== PROBLEM ==
Between the line containing "filename server/fermentation/fermentation.routes.ts" and the line containing "router.get('/', signedIn, async" lies a run of lines; give that run again exactly, with both of those lines, and nothing else from the entries below.

== PROVIDED INFORMATION ==
※ ※ ※
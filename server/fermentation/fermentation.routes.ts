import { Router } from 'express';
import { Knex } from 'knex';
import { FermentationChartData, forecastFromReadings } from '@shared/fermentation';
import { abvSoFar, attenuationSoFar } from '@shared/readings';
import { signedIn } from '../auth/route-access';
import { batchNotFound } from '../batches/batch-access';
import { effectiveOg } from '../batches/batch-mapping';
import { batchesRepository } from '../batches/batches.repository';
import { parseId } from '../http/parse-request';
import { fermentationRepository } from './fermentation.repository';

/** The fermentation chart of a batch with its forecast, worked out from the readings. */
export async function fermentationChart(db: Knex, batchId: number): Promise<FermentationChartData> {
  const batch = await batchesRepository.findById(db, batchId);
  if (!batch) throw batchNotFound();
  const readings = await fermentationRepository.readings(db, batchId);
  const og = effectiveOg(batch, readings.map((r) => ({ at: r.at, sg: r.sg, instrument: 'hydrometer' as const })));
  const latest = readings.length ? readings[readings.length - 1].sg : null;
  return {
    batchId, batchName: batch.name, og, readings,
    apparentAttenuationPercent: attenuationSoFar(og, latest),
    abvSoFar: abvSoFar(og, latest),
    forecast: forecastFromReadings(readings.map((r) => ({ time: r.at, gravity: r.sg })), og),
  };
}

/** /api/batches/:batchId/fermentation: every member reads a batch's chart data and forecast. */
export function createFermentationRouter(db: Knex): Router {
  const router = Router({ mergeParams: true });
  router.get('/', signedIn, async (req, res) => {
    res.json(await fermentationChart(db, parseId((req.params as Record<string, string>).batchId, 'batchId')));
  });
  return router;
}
※ ※ ※
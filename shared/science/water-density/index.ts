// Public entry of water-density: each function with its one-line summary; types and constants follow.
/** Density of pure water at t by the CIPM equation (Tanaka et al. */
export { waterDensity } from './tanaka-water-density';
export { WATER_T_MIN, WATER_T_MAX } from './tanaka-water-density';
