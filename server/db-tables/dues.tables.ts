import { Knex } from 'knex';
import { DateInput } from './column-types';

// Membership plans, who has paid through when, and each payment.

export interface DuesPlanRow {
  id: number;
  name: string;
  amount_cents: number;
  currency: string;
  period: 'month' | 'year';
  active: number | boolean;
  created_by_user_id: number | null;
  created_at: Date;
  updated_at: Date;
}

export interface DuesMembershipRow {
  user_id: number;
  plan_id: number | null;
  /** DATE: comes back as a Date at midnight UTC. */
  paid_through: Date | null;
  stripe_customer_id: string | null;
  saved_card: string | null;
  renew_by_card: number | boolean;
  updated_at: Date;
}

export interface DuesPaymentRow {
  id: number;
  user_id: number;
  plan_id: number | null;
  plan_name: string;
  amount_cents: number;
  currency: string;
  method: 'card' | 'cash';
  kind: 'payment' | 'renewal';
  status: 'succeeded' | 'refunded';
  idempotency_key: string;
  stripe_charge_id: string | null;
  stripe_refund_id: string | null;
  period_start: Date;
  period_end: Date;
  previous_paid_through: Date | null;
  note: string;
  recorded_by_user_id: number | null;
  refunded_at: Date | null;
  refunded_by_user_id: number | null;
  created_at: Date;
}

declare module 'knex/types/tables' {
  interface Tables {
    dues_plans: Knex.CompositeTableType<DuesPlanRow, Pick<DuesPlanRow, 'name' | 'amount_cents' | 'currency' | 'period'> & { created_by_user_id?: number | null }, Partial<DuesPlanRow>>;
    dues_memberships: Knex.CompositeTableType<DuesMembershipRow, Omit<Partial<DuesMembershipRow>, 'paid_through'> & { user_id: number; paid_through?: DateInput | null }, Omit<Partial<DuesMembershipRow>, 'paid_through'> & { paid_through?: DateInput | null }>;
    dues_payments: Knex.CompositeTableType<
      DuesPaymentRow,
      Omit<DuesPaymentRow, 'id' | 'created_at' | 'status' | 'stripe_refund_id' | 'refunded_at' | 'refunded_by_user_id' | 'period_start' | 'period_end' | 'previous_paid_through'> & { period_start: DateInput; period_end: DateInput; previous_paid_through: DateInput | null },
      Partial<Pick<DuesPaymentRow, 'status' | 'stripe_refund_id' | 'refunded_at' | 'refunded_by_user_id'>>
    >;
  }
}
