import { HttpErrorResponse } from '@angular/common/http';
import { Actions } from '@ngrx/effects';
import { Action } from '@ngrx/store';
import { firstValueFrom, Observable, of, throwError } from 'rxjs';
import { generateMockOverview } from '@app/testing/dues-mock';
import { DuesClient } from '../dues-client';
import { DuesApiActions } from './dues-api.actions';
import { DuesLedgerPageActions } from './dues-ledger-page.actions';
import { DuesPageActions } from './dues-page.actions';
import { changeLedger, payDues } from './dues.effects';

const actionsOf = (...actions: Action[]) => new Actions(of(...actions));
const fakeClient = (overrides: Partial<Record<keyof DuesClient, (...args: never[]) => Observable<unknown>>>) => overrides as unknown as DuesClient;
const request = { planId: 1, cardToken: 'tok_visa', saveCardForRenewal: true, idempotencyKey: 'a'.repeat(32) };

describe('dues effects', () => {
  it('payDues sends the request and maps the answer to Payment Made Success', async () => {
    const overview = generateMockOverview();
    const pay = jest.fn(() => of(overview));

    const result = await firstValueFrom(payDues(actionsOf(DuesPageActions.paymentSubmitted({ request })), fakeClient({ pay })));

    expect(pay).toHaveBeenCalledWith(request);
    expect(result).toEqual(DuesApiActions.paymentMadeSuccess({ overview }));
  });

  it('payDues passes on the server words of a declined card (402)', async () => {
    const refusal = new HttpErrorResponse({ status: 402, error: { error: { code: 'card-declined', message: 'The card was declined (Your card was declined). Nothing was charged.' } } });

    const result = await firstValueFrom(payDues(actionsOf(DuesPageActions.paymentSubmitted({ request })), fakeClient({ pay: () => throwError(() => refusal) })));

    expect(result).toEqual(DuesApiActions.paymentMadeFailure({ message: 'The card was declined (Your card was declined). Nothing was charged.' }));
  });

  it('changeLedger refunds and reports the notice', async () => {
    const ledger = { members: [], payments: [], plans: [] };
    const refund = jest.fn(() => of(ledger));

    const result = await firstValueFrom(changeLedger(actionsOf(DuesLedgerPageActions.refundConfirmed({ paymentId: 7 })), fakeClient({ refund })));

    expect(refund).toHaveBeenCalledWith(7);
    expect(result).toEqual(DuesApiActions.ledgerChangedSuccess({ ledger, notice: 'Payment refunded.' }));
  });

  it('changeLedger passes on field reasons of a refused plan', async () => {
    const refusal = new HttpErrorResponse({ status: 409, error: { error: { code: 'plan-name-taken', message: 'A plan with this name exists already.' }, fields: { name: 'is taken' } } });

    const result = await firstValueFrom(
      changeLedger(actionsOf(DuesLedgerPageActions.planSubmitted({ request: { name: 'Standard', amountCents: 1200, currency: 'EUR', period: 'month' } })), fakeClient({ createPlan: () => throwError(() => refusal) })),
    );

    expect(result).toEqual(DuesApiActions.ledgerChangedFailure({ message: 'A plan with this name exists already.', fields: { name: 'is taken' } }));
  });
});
※ ※ ※
== ANSWER BELOW ==
filename server/fermentation/fermentation.routes.ts
import { Router } from 'express';
import { Knex } from 'knex';
import { FermentationChartData, forecastFromReadings } from '@shared/fermentation';
import { abvSoFar, attenuationSoFar } from '@shared/readings';
import { signedIn } from '../auth/route-access';
import { batchNotFound } from '../batches/batch-access';
import { effectiveOg } from '../batches/batch-mapping';
import { batchesRepository } from '../batches/batches.repository';
import { parseId } from '../http/parse-request';
import { fermentationRepository } from './fermentation.repository';

/** The fermentation chart of a batch with its forecast, worked out from the readings. */
export async function fermentationChart(db: Knex, batchId: number): Promise<FermentationChartData> {
  const batch = await batchesRepository.findById(db, batchId);
  if (!batch) throw batchNotFound();
  const readings = await fermentationRepository.readings(db, batchId);
  const og = effectiveOg(batch, readings.map((r) => ({ at: r.at, sg: r.sg, instrument: 'hydrometer' as const })));
  const latest = readings.length ? readings[readings.length - 1].sg : null;
  return {
    batchId, batchName: batch.name, og, readings,
    apparentAttenuationPercent: attenuationSoFar(og, latest),
    abvSoFar: abvSoFar(og, latest),
    forecast: forecastFromReadings(readings.map((r) => ({ time: r.at, gravity: r.sg })), og),
  };
}

/** /api/batches/:batchId/fermentation: every member reads a batch's chart data and forecast. */
export function createFermentationRouter(db: Knex): Router {
  const router = Router({ mergeParams: true });
  router.get('/', signedIn, async (req, res) => {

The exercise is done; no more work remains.